Stored items
□ □ □ □ □
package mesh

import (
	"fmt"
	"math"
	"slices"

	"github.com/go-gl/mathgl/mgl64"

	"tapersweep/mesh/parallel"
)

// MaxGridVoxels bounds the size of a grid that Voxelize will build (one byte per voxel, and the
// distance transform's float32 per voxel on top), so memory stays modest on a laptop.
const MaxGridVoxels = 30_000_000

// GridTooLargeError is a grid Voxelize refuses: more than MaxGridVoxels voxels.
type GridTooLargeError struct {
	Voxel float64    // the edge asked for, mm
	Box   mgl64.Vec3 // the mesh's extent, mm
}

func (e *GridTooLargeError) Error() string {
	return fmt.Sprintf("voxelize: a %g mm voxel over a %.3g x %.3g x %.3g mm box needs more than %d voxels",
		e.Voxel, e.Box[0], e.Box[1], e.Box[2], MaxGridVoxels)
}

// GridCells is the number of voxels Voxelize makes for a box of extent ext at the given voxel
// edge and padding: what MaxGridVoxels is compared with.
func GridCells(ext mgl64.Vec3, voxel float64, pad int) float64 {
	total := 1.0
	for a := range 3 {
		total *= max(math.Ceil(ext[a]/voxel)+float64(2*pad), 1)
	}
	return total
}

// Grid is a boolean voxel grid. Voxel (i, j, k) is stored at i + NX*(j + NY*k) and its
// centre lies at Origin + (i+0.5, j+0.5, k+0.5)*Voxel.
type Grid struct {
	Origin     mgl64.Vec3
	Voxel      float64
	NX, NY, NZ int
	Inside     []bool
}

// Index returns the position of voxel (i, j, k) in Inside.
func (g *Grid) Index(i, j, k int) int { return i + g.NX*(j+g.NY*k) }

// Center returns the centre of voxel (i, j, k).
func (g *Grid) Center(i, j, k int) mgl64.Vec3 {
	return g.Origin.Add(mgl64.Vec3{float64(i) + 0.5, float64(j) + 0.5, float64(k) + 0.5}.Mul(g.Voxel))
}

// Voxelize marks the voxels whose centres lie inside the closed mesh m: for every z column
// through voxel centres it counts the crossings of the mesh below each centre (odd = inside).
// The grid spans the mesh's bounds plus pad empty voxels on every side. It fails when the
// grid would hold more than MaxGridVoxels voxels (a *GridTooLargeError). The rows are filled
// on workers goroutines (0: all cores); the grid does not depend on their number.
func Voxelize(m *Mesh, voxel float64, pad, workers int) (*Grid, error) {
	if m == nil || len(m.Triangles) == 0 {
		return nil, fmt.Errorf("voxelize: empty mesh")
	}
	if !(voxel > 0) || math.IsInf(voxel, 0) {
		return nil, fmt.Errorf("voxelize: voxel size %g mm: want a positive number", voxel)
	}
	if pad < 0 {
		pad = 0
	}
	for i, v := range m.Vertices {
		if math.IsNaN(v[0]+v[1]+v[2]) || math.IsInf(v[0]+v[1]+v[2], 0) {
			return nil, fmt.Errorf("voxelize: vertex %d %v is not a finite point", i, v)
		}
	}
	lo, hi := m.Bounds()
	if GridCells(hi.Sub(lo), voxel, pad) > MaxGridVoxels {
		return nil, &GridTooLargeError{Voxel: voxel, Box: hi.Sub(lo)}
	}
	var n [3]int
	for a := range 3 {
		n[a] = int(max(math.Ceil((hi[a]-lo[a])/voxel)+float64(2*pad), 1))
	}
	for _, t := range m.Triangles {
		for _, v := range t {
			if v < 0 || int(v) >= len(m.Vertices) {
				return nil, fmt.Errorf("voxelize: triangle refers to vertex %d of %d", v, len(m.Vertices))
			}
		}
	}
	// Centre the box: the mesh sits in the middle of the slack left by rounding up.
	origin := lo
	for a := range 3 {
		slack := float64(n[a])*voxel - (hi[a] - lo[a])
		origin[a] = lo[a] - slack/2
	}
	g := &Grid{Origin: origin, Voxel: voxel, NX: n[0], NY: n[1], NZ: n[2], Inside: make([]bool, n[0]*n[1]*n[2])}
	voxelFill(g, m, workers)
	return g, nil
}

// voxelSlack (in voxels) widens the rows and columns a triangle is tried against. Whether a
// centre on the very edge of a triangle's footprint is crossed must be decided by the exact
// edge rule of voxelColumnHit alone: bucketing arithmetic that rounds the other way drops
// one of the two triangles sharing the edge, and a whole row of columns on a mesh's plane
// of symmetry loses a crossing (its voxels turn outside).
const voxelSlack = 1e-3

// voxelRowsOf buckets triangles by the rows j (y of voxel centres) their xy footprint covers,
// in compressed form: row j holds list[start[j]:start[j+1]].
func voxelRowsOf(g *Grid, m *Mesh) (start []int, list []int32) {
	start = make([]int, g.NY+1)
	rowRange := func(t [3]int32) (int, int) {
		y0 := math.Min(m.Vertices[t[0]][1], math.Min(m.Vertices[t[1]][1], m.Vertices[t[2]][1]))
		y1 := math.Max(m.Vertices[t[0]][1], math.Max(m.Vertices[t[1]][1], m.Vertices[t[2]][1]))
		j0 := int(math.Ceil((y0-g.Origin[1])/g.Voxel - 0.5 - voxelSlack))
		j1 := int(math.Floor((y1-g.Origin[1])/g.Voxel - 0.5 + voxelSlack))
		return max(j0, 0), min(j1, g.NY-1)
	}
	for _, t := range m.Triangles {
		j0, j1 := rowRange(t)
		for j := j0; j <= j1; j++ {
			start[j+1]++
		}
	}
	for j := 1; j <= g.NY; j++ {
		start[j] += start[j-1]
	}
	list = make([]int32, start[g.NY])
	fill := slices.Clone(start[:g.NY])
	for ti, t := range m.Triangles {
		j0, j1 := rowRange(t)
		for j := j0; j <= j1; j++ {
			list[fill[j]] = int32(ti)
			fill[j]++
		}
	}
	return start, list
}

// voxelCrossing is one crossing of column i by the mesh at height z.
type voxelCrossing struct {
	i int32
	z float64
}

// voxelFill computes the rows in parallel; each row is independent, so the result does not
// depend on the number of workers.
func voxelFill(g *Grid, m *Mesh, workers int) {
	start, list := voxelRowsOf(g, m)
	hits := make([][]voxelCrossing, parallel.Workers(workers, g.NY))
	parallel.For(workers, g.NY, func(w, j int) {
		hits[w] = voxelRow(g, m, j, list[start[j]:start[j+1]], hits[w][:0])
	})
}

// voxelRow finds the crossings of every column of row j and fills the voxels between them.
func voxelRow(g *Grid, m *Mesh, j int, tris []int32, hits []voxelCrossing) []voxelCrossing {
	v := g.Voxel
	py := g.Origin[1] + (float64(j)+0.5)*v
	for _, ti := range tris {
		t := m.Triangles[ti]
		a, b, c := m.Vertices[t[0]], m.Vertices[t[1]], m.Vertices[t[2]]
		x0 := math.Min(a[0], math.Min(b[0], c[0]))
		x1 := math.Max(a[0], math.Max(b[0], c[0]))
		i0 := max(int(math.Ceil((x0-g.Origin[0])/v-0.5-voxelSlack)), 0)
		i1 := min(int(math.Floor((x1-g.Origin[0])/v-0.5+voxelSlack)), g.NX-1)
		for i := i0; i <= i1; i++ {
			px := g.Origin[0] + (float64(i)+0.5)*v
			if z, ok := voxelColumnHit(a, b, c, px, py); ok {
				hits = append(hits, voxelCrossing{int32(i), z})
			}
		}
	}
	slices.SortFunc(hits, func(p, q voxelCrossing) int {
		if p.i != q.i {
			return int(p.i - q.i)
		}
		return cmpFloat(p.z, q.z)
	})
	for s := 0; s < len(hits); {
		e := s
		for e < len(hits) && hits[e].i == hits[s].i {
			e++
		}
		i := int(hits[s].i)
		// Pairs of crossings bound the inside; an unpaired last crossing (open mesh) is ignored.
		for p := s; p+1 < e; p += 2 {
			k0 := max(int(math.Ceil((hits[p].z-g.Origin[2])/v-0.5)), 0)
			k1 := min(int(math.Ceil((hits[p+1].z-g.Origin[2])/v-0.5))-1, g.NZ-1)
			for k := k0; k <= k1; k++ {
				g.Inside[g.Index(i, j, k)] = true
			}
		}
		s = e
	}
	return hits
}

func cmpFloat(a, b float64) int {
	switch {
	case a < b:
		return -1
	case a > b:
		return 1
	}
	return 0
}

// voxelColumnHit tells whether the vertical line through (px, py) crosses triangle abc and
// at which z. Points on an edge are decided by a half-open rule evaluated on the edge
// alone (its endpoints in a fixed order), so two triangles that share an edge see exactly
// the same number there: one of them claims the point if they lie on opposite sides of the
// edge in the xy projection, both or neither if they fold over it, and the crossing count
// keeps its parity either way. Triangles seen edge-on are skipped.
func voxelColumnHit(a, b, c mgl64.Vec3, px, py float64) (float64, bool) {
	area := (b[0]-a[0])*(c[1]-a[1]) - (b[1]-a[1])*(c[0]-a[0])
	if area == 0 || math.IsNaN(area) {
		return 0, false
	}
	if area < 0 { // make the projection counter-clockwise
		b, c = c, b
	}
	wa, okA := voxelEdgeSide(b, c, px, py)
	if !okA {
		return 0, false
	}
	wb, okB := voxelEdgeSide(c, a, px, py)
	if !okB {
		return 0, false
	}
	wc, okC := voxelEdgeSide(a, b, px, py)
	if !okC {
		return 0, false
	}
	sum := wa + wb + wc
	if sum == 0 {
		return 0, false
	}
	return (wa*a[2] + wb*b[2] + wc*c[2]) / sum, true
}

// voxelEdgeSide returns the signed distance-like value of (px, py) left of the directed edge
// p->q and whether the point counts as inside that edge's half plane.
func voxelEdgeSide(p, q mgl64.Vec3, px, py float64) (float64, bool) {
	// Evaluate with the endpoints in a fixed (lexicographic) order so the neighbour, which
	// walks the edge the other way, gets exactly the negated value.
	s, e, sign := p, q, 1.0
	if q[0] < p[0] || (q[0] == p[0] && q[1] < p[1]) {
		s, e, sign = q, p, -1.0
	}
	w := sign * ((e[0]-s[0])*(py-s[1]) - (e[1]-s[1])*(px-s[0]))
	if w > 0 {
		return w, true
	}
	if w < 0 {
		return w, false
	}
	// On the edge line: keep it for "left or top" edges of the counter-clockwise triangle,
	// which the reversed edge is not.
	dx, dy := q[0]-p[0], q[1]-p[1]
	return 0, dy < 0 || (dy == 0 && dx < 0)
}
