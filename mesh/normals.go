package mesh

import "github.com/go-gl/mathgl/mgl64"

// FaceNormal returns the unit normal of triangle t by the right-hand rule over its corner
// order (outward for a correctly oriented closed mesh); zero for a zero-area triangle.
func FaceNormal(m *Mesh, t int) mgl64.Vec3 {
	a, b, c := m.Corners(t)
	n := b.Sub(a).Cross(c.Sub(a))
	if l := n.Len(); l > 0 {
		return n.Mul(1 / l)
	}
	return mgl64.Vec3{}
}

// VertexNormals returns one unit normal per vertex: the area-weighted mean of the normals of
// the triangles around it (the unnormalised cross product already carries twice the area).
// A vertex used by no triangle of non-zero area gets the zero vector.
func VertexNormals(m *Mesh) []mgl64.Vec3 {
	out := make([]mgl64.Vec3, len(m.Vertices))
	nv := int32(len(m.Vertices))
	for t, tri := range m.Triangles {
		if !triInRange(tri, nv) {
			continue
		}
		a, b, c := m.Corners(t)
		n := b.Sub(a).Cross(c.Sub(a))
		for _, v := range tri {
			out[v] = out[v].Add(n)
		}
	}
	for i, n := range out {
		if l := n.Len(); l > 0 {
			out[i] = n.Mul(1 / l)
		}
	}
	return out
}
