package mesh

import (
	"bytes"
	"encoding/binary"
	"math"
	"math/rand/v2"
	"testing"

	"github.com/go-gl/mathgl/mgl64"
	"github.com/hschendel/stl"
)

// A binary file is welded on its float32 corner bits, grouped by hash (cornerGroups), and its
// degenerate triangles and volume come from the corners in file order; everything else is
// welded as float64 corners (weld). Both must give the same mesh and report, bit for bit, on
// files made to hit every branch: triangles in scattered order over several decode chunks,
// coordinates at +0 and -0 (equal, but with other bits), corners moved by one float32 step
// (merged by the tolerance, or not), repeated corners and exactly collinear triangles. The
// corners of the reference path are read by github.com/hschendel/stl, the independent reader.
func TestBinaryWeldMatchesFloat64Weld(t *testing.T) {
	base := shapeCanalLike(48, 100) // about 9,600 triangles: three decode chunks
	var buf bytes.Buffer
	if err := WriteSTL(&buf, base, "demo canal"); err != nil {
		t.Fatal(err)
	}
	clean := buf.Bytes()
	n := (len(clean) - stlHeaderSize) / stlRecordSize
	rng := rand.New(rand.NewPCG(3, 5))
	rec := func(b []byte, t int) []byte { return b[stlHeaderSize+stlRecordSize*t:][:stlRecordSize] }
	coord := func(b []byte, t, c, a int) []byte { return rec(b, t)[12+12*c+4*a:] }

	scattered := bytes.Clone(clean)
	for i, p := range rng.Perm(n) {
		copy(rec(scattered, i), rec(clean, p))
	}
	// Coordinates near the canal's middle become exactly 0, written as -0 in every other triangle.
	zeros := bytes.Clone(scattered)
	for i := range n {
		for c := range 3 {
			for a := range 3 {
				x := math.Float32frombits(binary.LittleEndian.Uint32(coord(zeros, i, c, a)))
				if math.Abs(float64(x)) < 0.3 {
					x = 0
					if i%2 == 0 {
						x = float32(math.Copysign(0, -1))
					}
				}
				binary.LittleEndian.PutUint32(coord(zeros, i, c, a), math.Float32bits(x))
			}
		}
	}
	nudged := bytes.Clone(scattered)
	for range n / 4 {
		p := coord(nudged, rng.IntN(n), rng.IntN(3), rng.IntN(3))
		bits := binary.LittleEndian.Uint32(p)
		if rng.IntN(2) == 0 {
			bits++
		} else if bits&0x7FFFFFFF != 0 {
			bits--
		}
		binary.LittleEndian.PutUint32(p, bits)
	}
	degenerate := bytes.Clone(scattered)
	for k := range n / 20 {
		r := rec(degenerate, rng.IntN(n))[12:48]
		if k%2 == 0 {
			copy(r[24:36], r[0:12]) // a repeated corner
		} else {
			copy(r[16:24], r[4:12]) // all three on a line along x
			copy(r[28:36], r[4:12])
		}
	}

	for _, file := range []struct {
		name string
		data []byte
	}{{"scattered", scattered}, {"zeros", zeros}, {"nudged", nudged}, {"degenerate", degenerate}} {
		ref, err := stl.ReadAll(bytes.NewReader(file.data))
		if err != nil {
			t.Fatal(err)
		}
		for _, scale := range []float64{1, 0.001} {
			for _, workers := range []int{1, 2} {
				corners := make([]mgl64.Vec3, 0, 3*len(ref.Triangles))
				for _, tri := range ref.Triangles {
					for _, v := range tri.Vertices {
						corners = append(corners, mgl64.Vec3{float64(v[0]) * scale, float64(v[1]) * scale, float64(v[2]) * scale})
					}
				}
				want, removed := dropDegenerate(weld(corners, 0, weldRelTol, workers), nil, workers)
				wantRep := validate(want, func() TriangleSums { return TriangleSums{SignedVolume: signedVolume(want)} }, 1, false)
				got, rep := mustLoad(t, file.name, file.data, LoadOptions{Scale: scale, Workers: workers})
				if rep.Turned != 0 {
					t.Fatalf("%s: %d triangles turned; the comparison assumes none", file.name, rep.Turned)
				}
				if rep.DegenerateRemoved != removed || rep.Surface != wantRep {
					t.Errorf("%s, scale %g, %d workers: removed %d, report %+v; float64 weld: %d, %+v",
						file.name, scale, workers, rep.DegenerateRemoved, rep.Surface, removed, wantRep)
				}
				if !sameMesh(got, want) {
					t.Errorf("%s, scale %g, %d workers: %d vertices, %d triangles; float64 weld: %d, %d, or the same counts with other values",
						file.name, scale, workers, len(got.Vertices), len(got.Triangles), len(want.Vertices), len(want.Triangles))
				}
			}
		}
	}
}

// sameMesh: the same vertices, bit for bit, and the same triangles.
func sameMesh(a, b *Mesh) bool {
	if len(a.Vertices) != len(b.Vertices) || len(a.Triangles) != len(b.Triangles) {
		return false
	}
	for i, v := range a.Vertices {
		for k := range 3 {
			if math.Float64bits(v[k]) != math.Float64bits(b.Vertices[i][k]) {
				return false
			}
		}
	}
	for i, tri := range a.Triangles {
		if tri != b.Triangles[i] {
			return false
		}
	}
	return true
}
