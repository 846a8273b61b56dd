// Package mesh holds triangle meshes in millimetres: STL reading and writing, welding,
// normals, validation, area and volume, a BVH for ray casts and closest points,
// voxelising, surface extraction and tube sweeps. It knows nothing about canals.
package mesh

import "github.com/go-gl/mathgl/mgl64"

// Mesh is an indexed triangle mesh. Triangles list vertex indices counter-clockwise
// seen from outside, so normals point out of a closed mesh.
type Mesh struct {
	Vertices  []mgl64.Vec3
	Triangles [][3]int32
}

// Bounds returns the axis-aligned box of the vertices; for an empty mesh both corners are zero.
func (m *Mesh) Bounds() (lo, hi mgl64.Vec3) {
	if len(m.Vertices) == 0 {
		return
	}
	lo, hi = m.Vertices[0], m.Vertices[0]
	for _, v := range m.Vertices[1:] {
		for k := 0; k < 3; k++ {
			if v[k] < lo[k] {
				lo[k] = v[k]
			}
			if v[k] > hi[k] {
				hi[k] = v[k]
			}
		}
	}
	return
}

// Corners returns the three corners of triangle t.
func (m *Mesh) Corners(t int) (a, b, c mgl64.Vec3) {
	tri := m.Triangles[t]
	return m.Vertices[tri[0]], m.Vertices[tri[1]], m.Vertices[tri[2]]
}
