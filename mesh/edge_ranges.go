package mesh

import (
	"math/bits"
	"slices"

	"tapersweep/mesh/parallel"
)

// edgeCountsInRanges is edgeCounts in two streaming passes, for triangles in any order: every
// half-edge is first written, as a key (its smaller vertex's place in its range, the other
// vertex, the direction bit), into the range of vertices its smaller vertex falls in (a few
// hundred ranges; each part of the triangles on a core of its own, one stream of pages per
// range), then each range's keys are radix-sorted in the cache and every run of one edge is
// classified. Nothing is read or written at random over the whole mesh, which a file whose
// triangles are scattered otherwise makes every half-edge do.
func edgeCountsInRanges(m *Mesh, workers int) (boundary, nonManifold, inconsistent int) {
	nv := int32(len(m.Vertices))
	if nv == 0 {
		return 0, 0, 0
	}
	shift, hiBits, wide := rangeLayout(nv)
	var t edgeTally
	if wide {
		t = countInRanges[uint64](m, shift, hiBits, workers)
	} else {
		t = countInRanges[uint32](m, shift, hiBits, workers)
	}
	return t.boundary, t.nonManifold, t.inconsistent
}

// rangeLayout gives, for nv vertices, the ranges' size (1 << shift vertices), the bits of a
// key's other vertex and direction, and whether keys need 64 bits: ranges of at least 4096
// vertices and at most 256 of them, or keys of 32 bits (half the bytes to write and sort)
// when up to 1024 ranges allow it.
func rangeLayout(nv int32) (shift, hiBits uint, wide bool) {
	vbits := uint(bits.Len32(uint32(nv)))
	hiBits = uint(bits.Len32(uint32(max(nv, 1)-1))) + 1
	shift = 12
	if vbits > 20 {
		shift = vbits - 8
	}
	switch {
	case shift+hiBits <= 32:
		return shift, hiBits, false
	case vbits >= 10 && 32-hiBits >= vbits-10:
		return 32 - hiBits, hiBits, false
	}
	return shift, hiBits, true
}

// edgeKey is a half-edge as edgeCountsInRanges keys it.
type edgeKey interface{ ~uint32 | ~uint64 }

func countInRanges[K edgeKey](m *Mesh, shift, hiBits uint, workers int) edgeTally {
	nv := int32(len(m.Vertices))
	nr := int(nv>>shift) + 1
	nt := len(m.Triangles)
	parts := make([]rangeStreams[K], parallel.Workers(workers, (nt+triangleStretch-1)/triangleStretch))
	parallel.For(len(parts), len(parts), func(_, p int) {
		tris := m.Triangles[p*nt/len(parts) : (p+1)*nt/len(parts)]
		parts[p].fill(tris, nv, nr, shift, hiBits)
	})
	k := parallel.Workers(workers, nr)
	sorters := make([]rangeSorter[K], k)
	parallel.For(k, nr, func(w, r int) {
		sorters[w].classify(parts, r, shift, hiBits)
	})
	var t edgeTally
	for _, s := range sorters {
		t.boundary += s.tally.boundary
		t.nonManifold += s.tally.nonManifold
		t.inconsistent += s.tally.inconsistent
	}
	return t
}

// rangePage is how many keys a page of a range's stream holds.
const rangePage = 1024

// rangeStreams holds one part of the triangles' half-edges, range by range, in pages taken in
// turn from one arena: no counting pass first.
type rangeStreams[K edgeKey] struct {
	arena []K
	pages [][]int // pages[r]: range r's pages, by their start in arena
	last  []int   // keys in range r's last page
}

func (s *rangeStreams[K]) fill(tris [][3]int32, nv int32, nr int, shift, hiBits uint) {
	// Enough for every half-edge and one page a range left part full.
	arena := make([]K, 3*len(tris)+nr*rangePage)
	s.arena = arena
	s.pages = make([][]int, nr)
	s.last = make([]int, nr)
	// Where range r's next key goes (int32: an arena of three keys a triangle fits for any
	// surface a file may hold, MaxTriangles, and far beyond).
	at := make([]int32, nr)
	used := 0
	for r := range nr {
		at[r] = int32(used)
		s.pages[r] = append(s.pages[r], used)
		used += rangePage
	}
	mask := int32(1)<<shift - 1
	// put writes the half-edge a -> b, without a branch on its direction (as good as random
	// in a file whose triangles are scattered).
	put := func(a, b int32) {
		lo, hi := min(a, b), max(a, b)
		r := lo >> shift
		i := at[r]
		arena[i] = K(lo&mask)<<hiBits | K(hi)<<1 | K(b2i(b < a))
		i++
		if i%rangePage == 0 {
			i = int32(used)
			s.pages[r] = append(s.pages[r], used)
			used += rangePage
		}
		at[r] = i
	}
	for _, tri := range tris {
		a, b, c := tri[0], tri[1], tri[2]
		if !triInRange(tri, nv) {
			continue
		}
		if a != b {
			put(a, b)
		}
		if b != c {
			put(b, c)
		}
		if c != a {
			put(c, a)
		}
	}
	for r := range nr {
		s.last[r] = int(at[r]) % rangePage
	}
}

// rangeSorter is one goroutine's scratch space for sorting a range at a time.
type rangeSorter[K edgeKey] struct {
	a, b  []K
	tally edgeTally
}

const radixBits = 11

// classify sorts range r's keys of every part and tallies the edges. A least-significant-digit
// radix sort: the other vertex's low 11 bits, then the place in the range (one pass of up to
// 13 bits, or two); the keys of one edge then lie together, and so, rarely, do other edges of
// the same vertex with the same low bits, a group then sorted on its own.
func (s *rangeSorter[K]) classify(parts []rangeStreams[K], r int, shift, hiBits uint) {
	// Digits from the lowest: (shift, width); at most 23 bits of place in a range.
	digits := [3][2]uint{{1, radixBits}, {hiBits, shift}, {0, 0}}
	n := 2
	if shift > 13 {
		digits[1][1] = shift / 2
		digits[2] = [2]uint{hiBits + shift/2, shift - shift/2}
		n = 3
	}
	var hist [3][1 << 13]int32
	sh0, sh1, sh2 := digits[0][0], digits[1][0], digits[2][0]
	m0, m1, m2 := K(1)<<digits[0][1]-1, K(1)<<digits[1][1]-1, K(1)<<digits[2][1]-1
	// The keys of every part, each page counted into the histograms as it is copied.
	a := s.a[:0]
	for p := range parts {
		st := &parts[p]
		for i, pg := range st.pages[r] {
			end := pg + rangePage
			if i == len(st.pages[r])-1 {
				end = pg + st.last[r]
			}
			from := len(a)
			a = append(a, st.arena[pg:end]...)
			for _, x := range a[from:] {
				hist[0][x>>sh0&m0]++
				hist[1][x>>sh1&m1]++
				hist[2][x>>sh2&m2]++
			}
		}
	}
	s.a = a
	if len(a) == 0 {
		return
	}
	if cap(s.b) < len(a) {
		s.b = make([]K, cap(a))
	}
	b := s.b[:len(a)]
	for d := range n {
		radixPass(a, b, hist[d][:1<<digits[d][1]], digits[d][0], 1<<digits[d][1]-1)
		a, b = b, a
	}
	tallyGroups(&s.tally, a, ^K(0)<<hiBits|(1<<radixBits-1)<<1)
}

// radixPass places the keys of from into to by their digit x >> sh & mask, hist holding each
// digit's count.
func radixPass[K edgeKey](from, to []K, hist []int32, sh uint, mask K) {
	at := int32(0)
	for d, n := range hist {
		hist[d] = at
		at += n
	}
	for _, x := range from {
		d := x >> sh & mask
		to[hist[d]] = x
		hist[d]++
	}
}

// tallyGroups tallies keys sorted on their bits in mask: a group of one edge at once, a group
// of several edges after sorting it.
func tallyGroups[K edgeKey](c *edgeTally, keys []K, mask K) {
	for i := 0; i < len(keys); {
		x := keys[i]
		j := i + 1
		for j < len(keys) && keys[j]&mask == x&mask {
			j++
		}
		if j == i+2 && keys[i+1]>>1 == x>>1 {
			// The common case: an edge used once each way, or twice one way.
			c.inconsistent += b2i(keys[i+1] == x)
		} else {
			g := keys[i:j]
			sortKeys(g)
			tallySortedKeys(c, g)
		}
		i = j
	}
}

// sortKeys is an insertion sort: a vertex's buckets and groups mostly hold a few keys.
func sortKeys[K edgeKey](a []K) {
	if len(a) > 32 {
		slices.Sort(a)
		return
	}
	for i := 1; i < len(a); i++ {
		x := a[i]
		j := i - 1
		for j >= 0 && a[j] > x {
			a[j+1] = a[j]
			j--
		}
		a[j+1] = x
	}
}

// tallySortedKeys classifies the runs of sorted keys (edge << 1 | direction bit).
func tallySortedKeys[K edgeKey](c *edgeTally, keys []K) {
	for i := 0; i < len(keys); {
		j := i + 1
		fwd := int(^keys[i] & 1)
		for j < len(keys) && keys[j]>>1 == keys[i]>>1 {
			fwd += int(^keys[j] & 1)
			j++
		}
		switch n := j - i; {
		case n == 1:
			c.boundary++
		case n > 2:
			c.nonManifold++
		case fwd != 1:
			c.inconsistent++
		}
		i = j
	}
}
□ □ □ □ □
_DESCRIPTION OF THE TASK_: Working from the entries above, return all lines that contain "first".

_EXERCISE ANSWER_:
// half-edge is first written, as a key (its smaller vertex's place in its range, the other
// turn from one arena: no counting pass first.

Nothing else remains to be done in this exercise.